Summer 2006 • Issue 22, page 5

Are receivers being appointed in criminal cases? What is the authority for appointing a receiver in such cases? Should I be lobbying my local district attorney for more work?

By Davidson, Peter*

Q: I have heard receivers are sometimes appointed in criminal cases. Is that correct? What is the authority for appointing a receiver in such cases? Should I be lobbying my local district attorney from more work?

A: There are two different statutes which authorize the appointment of a receiver in criminal cases. Penal Code §186.11 provides for the appointment of a receiver, at the request of a prosecuting agency, where a complaint or indictment charges a person committed two or more felonies, a material element of which is fraud or embezzlement, which involve a pattern of related felony conduct and the pattern of related felony conduct involves the taking of more than $100,000.00 (known as the “aggregated white collar crime enhancement”) and it is necessary to preserve property or assets for the payment of restitution to victims or fines imposed by the section.

The petition for the appointment of the receiver must allege that the defendant has been charged with two or more qualifying felonies, is subject to the “aggregated white collar crime enhancement” and needs to identify the criminal proceeding and assets and property to be affected by the order.

One interesting aspect of the statute is that notice of the petition needs to be served by personal service or registered mail on every person who may have an interest in the property specified in the petition and must be published for three (3) successive weeks in a newspaper of general circulation. The receiver appointed under this section can upon motion sell the property he is appointed receiver over. The statute also provides how the assets the receiver takes possession of are to be distributed.

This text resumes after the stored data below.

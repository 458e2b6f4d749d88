"use client";

import { zodResolver } from "@hookform/resolvers/zod";
import { useQueryClient } from "@tanstack/react-query";
import { ReceiptText } from "lucide-react";
import { useRouter } from "next/navigation";
import { useState } from "react";
import { useForm, useWatch } from "react-hook-form";
import { toast } from "sonner";
import { applyFieldErrors } from "@/components/forms/apply-field-errors";
import { FormError } from "@/components/forms/form-error";
import { Button } from "@/components/ui/button";
import { Dialog, DialogContent, DialogTrigger } from "@/components/ui/dialog";
import { Field } from "@/components/ui/field";
import { Input, Select, Textarea } from "@/components/ui/input";
import { formatMoney } from "@/lib/contracts/format";
import { createCreditNoteAction } from "./actions";
import { type CreditNoteForm, type CreditNoteFormInput, creditNoteFormSchema } from "./schemas";

export interface CreditableLine {
  id: number;
  description: string;
  quantity: number;
  unitPriceMinor: number;
}

/** A credit note for a dispute: some units of the invoice's lines, or an amount. VAT is added as on the invoice. */
export function CreditNoteDialog({
  invoiceId,
  currency,
  lines,
  paid,
}: {
  invoiceId: number;
  currency: string;
  lines: CreditableLine[];
  /** The invoice is paid: the credit is refunded or settled outside the payment service. */
  paid: boolean;
}) {
  const [open, setOpen] = useState(false);
  const [formError, setFormError] = useState<string | null>(null);
  const router = useRouter();
  const queryClient = useQueryClient();
  const defaults: CreditNoteFormInput = {
    invoiceId,
    kind: lines.length > 0 ? "lines" : "amount",
    lines: lines.map((l) => ({ lineId: l.id, quantity: "" })),
    amount: "",
    description: "",
    reason: "",
    settlement: "",
  };
  const {
    register,
    control,
    handleSubmit,
    reset,
    setError,
    formState: { errors, isSubmitting },
  } = useForm<CreditNoteFormInput, unknown, CreditNoteForm>({ resolver: zodResolver(creditNoteFormSchema), defaultValues: defaults });
  const kind = useWatch({ control, name: "kind" });

  const onSubmit = async (values: CreditNoteForm) => {
    setFormError(null);
    const result = await createCreditNoteAction(values);
    if (!result.ok) {
      applyFieldErrors(result.error.fields, setError);
      setFormError(result.error.message);
      return;
    }
    toast.success(result.data.message);
    await queryClient.invalidateQueries({ queryKey: ["invoice", invoiceId] });
    router.refresh();
    reset(defaults);
    setOpen(false);
  };

  return (
    <Dialog open={open} onOpenChange={setOpen}>
      <DialogTrigger asChild>
        <Button variant="secondary" size="sm">
          <ReceiptText className="h-4 w-4" aria-hidden="true" /> Credit note
        </Button>
      </DialogTrigger>
      <DialogContent
        title="Credit note"
        description={
          paid
            ? "The invoice is paid: the credit is refunded to the card that paid, or repaid outside the payment service. VAT is credited at the invoice's rate."
            : "The credit is deducted from what is still due, here and in the payment service. VAT is credited at the invoice's rate."
        }
        className="max-w-2xl"
      >
        <form onSubmit={handleSubmit(onSubmit)} noValidate className="space-y-4">
          <FormError message={formError} />
          <fieldset disabled={isSubmitting} className="space-y-4">
            <Field id="cn-kind" label="What to credit">
              <Select id="cn-kind" {...register("kind")}>
                {lines.length > 0 && <option value="lines">Units of the invoice&apos;s lines</option>}
                <option value="amount">An amount</option>
              </Select>
            </Field>
            {kind === "lines" ? (
              <div className="space-y-2" role="group" aria-labelledby="cn-lines-label">
                <p id="cn-lines-label" className="text-sm font-medium text-ink">
                  Units to credit
                </p>
                {errors.lines?.message && (
                  <p role="alert" className="text-xs font-medium text-danger-700">
                    {errors.lines.message}
                  </p>
                )}
                <ul className="max-h-72 space-y-2 overflow-y-auto pr-1">
                  {lines.map((line, index) => (
                    <li key={line.id} className="grid grid-cols-[1fr_6rem] items-center gap-3">
                      <label htmlFor={`cn-line-${line.id}`} className="text-sm">
                        {line.description}
                        <span className="block text-xs text-muted">
                          {line.quantity} × {formatMoney(line.unitPriceMinor, currency)}
                        </span>
                      </label>
                      <Input
                        id={`cn-line-${line.id}`}
                        inputMode="numeric"
                        placeholder="0"
                        aria-invalid={!!errors.lines?.[index]?.quantity}
                        {...register(`lines.${index}.quantity`)}
                      />
                    </li>
                  ))}
                </ul>
              </div>
            ) : (
              <div className="grid gap-4 sm:grid-cols-[10rem_1fr]">
                <Field id="cn-amount" label={`Amount before VAT (${currency})`} error={errors.amount?.message}>
                  <Input id="cn-amount" inputMode="decimal" placeholder="25.00" aria-invalid={!!errors.amount} {...register("amount")} />
                </Field>
                <Field id="cn-description" label="Line on the credit note" error={errors.description?.message}>
                  <Input id="cn-description" placeholder="Goodwill credit" aria-invalid={!!errors.description} {...register("description")} />
                </Field>
              </div>
            )}
            <Field id="cn-reason" label="Reason" hint="Shown on the credit note and kept in the audit log." error={errors.reason?.message}>
              <Textarea id="cn-reason" aria-invalid={!!errors.reason} {...register("reason")} />
            </Field>
            {paid && (
              <Field id="cn-settlement" label="Settle the credit" error={errors.settlement?.message}>
                <Select id="cn-settlement" {...register("settlement")}>
                  <option value="">Refund to the card if it was paid online, otherwise outside the payment service</option>
                  <option value="refund">Refund to the card that paid</option>
                  <option value="out_of_band">Outside the payment service (bank transfer or set-off)</option>
                </Select>
              </Field>
            )}
            <div className="flex justify-end gap-2 pt-2">
              <Button variant="secondary" onClick={() => setOpen(false)}>
                Cancel
              </Button>
              <Button type="submit">{isSubmitting ? "Crediting…" : "Create credit note"}</Button>
            </div>
          </fieldset>
        </form>
      </DialogContent>
    </Dialog>
  );
}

The other section which authorizes the appointment of a receiver in criminal cases is Penal Code §186.6. It provides for the appointment of a receiver to take possession of, care for, manage, and operate assets and property where the assets are subject to forfeiture due to “criminal profiteering activities” as defined in Penal Code §186 et seq. This section also has certain notice requirements requiring notice to be provided to interested parties.

There is almost no case law regarding the appointment of a receiver under these sections. One reported decision, decided late last year, concerned how claims to the funds the receiver has taken possession of are to be handled. People v. Semaan, 35 Cal. Rptr. 3d 382 (2005). The Supreme Court granted review earlier this year and, therefore, that decision is now of no precedental value.

Another recent case is People v. Stark, 31 Cal Rptr. 3d 669 (2005). The case has a general discussion of Penal Code §186.11 and its purposes. The case focuses on the receiver’s sale of assets in a criminal receivership case. The court notes that no case law has been developed under the criminal statute since it was enacted ten years ago and that the law governing sales by receivers in civil actions should govern sales by receivers in criminal actions.

With regard to your final question, you probably should lobby your local district attorney to make more use of this remedy. In both cases discussed above, the receiver was able to liquidate a number of valuable assets and distribute funds to the defrauded entities.

*PETER A. DAVIDSON, with Moldo Davidson Fraioli Seror & Sestanovich LLP located in Los Angeles, is a receiver and an attorney who specializes in representing receivers in state and federal court.